Hikaru and Rihito’s relationship begins in high school and the two grow closer as Hikaru offers to help Rihito to practice singing. Not everything is sunshine and flowers however, as both deal with confusion and jealousy among other things in the package that is their first relationship ever. Hikaru gets jealous and questions Rihito’s motives to sing better, as if suspicious that’s doing it for the music teacher Harasen. The tables get flipped when Rihito storms off out of Hikaru’s concert cause he thought he was flirting with a girl as he traded emails with a girl. The manga clearly portrays fights and doesn’t choose sides (both characters mess up and patch things up), choosing healthy communication over dramatic big gestures or one sided guilt. It even mixes the healthy with the dramatic, as Hikaru shakes Rihito back into sense shouting about how worried he was when Rihito ignored him. Of course, these problems don’t always stick with exclusively with heterosexual couples, however one of the partners worrying over their gender is a pretty exclusive part. The atmosphere created in the story is light and heavy at the same time, the scenes move in rapid fashion, but linger on the important moments. We, as the reader, are just as on the edge of our seats as Rihito feels, until we get the reassurance in Hikaru proclaiming Rihito how much he loves him in the latter half.

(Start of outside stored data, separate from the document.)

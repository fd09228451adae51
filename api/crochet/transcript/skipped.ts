import { type Sentences } from './sentences.ts';
import { type Token } from './tokens.ts';

const RECAP =
  /\b(?:that was|so round \w+ was|recap|to review|that there was|let us recall|where was i|so that was|did you notice|see how|if you (?:have|got|get|are at|are looking at) (?:\d+|\w+(?:teen|ty)|twelve|eleven|ten|nine|eight)|if yours|if your|somebody just asked|short version|would mean)\b/;
const DEMONSTRATION =
  /\b(?:let me (?:show|do|demonstrate|slow)|i shall demonstrate|if you have never|if you never done|for anybody who|for anyone who|some of you asked|a half treble is|what is a|rehearse|permit me|quick clinic|my decrease|around here we call)\b/;

/** Marks tokens that are no instruction: how a stitch is made, what was done before, what if it went wrong. */
export function findSkipped(tokens: readonly Token[], sentences: Sentences): readonly boolean[] {
  const out = new Array<boolean>(tokens.length).fill(false);
  for (let start = 0; start < tokens.length;) {
    const end = sentences.endOf[start]!;
    if (sentences.isPunctuated) markSentence(tokens, start, end, out);
    else markStretches(tokens, start, end, out);
    start = end;
  }
  return out;
}

function markSentence(tokens: readonly Token[], start: number, end: number, out: boolean[]): void {
  const part = tokens.slice(start, end);
  const text = part.map((token) => token.text).join(' ');
  const makes = part.filter((token) => token.kind === 'y').length;
  const works =
    part.some((token) => 'PDt'.includes(token.kind)) || part.filter((token) => token.kind === 'U').length > 0;
  const isShown = makes > 0 && (!works || makes > 1);
  if (isShown || RECAP.test(text) || DEMONSTRATION.test(text)) out.fill(true, start, end);
}

const REACH = 9;
const BACK = 5;

/** Without full stops only what stands close to "yarn over" is left out, up to the next announcement. */
function markStretches(tokens: readonly Token[], start: number, end: number, out: boolean[]): void {
  for (let i = start; i < end; i++) {
    if (tokens[i]!.kind !== 'y' || !isShown(tokens, i)) continue;
    for (let j = i; j > Math.max(start, i - BACK) && tokens[j]!.kind !== 'U'; j--) out[j] = true;
    for (let j = i; j < Math.min(end, i + REACH) && tokens[j]!.kind !== 'U'; j++) out[j] = true;
  }
}

/** One "pull up" may be part of a round; two close together show how a stitch is made. */
function isShown(tokens: readonly Token[], i: number): boolean {
  return tokens.slice(Math.max(0, i - 2 * REACH), i + 2 * REACH).filter((token) => token.kind === 'y').length > 1;
}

  • The art style is unique and mesmerizing, the first BL that completely dragged me into the story

The visual appeal of both the manga and the movie are attention grabbing images that amplify the more romantic and poignant scenes of the pair’s relationship, especially with its carefully crafted expressions of confusion, hurt or shock. Nakamura Asumiko’s unique style and way of anatomy is something that can be taken note of in all of her works. It adds charm to the comedy of the series with more simple expressions, but remains beautiful as need be. The Doukyuusei series were the first that I ever got invested into and the unique art style played a large part in it. The character designs are attractive to look at and the manga panels are flow well with the tone of the scene that is being portrayed. The covers are noteworthy as a clever way of portraying both the careful dynamic of the pair and the beauty of the art.

Hikaru’s and Rihito’s dynamic in the story is interesting, as one starts up with a more passive role, reminiscent of the traditional “uke” character. He retracts from Hikaru’s advances and worried about their relationship and his own worth. He’s unsure as opposed to Hikaru who’s bubbly and wears his emotions on his sleeve. Nevertheless, Rihito opens up to Hikaru and the two strenghten their relationship at the end of volume 1, as both decide to try harder for each other’s sake.

Doukyuusei portrays the start of the love story that stems from a chance encounter. It’s a sweet story that pays attention to both parties and their romantic scenes and feelings towards each other are not brushed under the rug for laughs or pushed as confusion. In my humble opinion, the Doukyuusei series is worth the both the praise and the attention that it gets.

3 thoughts on “#PrideMonth2020 special; Why the Doukyuusei series will always be special for me, but also my view on problematic media

  1. Yes! I love Nakamura Asumiko’s way of exploring and the style of storytelling, their previous works were what actually got me into watching Doukyuusei. Also, fiction as a medium and its relation to reality is a very compelling topic, thank you for writing this piece!